Sofia acorda mais tarde, arruma-se e vai tomar o desjejum. Passando pela recepção, é abordada pelo atendente.

- Bom dia, dona Sofia!

- Bom dia!

- Quatro moças e um rapaz estiveram aqui ontem à sua procura.

- Deixaram nomes ou recados?

- Apenas uma, Margarida, que deixou o telefone do trabalho e pediu que a senhora ligasse para ela.

- Obrigada.

- Disponha... É... Dona Sofia...

- Sim.

- Eu trabalho até às 16h00. A senhora pode jogar para mim depois desse horário?

- Às 16h30 está bom para você?

- Está.

- Vá ao meu quarto.

- Certo! Certo!

A cigana toma o desjejum, mas se sente cansada dos trabalhos feitos à noite. Volta para o quarto e dorme novamente. Sonha com a velha cigana entregando a medalha a Joventino. Depois se vê dando ao mesmo, o talismã.

Sofia atende o recepcionista e depois resolve dar um passeio, mas é abordada por Margarida que a esperava na entrada do hotel:

- Nossa! Como sua agenda está cheia! É difícil te encontrar!

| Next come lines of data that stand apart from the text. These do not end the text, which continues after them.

/**
 * Stored runs are reproducible byte for byte: stage timings come back beside the result, never inside it, and
 * the same model gives the same canonical JSON however often it is analysed and in whatever engine state.
 */
import { describe, it, expect, vi } from "vitest";
import { readFileSync } from "node:fs";
import path from "node:path";
import { analyze, canonicalJson, resultToCanonicalJson, resultToJson, type ModelInput } from "@/lib/engine";
import { randomRichFrame } from "./random-rich-frames";

const root = path.resolve(import.meta.dirname, "../..");
const portal = JSON.parse(readFileSync(path.join(root, "content/engine-examples/portal-frame.json"), "utf8")) as ModelInput;
/** Releases, truss diagonals, springs, settlements and every load kind (random-rich-frames.ts). */
const rich = randomRichFrame(11, { maxStoreys: 3, maxBays: 3 });
/** Larger than the others, so analysing it grows the factor workspace the engine reuses between analyses. */
const large = randomRichFrame(5, { maxStoreys: 12, maxBays: 12 });

type Engine = typeof import("@/lib/engine");

function canonicalOf(engine: Pick<Engine, "analyze" | "resultToCanonicalJson">, model: unknown): string {
  const out = engine.analyze(model);
  if (!out.ok) throw new Error(JSON.stringify(out.errors));
  // With sampled diagrams, so the diagrams along members are covered too.
  return engine.resultToCanonicalJson(out.result, { points: 21 });
}

describe("timings beside the result", () => {
  it("analyze returns stage timings beside the result and none inside it", () => {
    const out = analyze(portal);
    if (!out.ok) throw new Error("analysis failed");
    expect(Object.keys(out.timings).sort()).toEqual([
      "assemblyMs",
      "factorMs",
      "orderingMs",
      "recoveryMs",
      "solveMs",
      "symbolicMs",
      "totalMs",
      "validationMs",
    ]);
    for (const ms of Object.values(out.timings)) expect(ms).toBeGreaterThanOrEqual(0);
    expect(out.timings.totalMs).toBeGreaterThanOrEqual(out.timings.validationMs);
    // The result keeps only what the model and the code determine.
    expect(out.result.stats).toEqual({ nodes: 4, members: 3, equations: 6, nnzL: expect.any(Number) });
    expect(JSON.stringify(resultToJson(out.result))).not.toMatch(/Ms"/);
    expect(out.result).not.toHaveProperty("timings");
  });

  it("a failed analysis has errors and no timings", () => {
    const out = analyze({ nodes: [], members: [{ id: "m", start: "a", end: "b", E: 1, A: 1, I: 1 }] });
    expect(out).toEqual({ ok: false, errors: expect.any(Array) });
  });
});

describe("byte-identical canonical results", () => {
  it("the same model analysed twice gives the same bytes, also after a larger model reused the engine's buffers", () => {
    for (const model of [portal, rich]) {
      const first = canonicalOf({ analyze, resultToCanonicalJson }, model);
      canonicalOf({ analyze, resultToCanonicalJson }, large);
      const again = canonicalOf({ analyze, resultToCanonicalJson }, model);
      expect(again).toBe(first);
      // A copy of the model that shares no objects with the first gives the same bytes too.
      expect(canonicalOf({ analyze, resultToCanonicalJson }, JSON.parse(JSON.stringify(model)))).toBe(first);
    }
  });

  it("two fresh engine states (modules loaded anew) give the same bytes as this one", async () => {
    vi.resetModules();
    const fresh1: Engine = await import("@/lib/engine");
    vi.resetModules();
    const fresh2: Engine = await import("@/lib/engine");
    // Really separate module instances: separate factor workspaces and result contexts.
    expect(fresh1.analyze).not.toBe(fresh2.analyze);
    expect(fresh1.analyze).not.toBe(analyze);
    for (const model of [portal, rich, large]) {
      const here = canonicalOf({ analyze, resultToCanonicalJson }, model);
      expect(canonicalOf(fresh1, model)).toBe(here);
      expect(canonicalOf(fresh2, model)).toBe(here);
    }
  });

  it("the canonical text is the result JSON with keys sorted and no white space", () => {
    const out = analyze(portal);
    if (!out.ok) throw new Error("analysis failed");
    const text = resultToCanonicalJson(out.result);
    expect(JSON.parse(text)).toEqual(resultToJson(out.result));
    expect(text).not.toMatch(/\s/);
    expect(text.indexOf('"analysis"')).toBeLessThan(text.indexOf('"combinations"'));
    expect(canonicalJson({ b: [1, { d: -0, c: "x" }], a: null, t: Float64Array.of(0.1, 2) })).toBe(
      '{"a":null,"b":[1,{"c":"x","d":0}],"t":[0.1,2]}',
    );
  });
});
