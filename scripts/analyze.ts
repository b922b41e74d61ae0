/**
 * npm run analyze -- model.json [--points N] [--compact]
 * npm run analyze -- --schema
 *
 * Reads a frame model (the JSON format of lib/engine/model.ts), analyses it and prints the results as JSON.
 * On a model error prints { ok: false, errors } and exits with 1; an unreadable file or invalid JSON exits with 2.
 */
import { readFileSync } from "node:fs";
import { analyze, modelJsonSchema, resultToJson } from "../lib/engine";

function usage(): never {
  console.error("usage: npm run analyze -- <model.json> [--points N] [--compact]\n       npm run analyze -- --schema");
  process.exit(2);
}

function main(argv: string[]): number {
  const compact = argv.includes("--compact");
  const indent = compact ? undefined : 2;
  if (argv.includes("--schema")) {
    console.log(JSON.stringify(modelJsonSchema(), null, indent));
    return 0;
  }
  const pointsAt = argv.indexOf("--points");
  const points = pointsAt >= 0 ? Number(argv[pointsAt + 1]) : 0;
  if (pointsAt >= 0 && !(Number.isInteger(points) && points >= 2)) usage();
  const file = argv.find((a, i) => !a.startsWith("--") && (pointsAt < 0 || i !== pointsAt + 1));
  if (!file) usage();
  let input: unknown;
  try {
    input = JSON.parse(readFileSync(file, "utf8"));
  } catch (e) {
    console.log(
      JSON.stringify(
        { ok: false, errors: [{ kind: "unreadable-input", message: `${file}: ${(e as Error).message}` }] },
        null,
        indent,
      ),
    );
    return 2;
  }
  const out = analyze(input);
  if (!out.ok) {
    console.log(JSON.stringify({ ok: false, errors: out.errors }, null, indent));
    return 1;
  }
  console.log(JSON.stringify({ ok: true, ...(resultToJson(out.result, { points }) as object) }, null, indent));
  return 0;
}

process.exitCode = main(process.argv.slice(2));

Ambas se cumprimentam carinhosamente.

- Que bom te ver, Margarida! Realmente estou cheia de compromissos, mas adorando a cidade e as pessoas que tenho tido o prazer de conhecer. Estou feliz porque vejo que você está se cuidando mais, deixando sua beleza se manifestar.

- Nunca me senti tão bem.

- Que bom!

- O Bumba-meu-boi vai se apresentar hoje no Barracão Recreativo. Quer ir?

- Claro que quero! Que horas?

- A partir das 19h00.

- Vai ser ótimo!

- Vou em casa tomar um banho e me trocar e passo aqui para te pegar.

- Combinado.

No exato momento, Orlando chega ao hotel e dirige-se ao local onde estão as duas:

- Boa tarde, Sofia! Boa tarde! – Saúda-as.

- Boa tarde, Orlando! – Conhece Margarida?

- Não.

- Orlando, esta é Margarida. Margarida, este é Orlando, filho de Dona Eulália que estava comigo ontem, quando nos falamos.

Ambos se cumprimentam com certa formalidade. Margarida se sente atraída pelo homem.

- Passei para saber como você está. Meus pais querem notícias suas e estamos te convidando para uma sopa hoje, à noite.

- Estou bem, amigo. Só que infelizmente não poderei aceitar o convite, porque combinei com Margarida agora para irmos ao Bumba-meu-boi.

- Que horas será a apresentação?

- A partir das 19h00 – responde Margarida.

- Problema resolvido: vocês jantam conosco e nós vamos ver “O Boi” depois.

- E aí, Margarida? – Questiona a cigana.

- Mas nem tomei banho ainda...

- É pegar ou largar – fala Orlando.

Ela pensa uns instantes:

- Está bem. Vamos tomar sopa e depois vamos para o Barracão.

- É bom irmos logo agora lá para casa. Quanto mais cedo chegarmos, mais cedo jantaremos.

- Concordo – fala Sofia adorando a forma que o destino está conspirando para que Orlando e Margarida se aproximem e, quem sabe, despertem para o amor e curem seus infortúnios.

Na casa de Joventino e Eulália, o clima é de descontração e amizade.

Num momento, Sofia fica a sós com a dona da casa:

- E aí, foi tudo bem? - Quer saber Eulália.

- Foi.

- Qual a sua intenção ao trazer Margarida aqui?

- É o que a senhora está pensando, mas quem a convidou foi seu filho.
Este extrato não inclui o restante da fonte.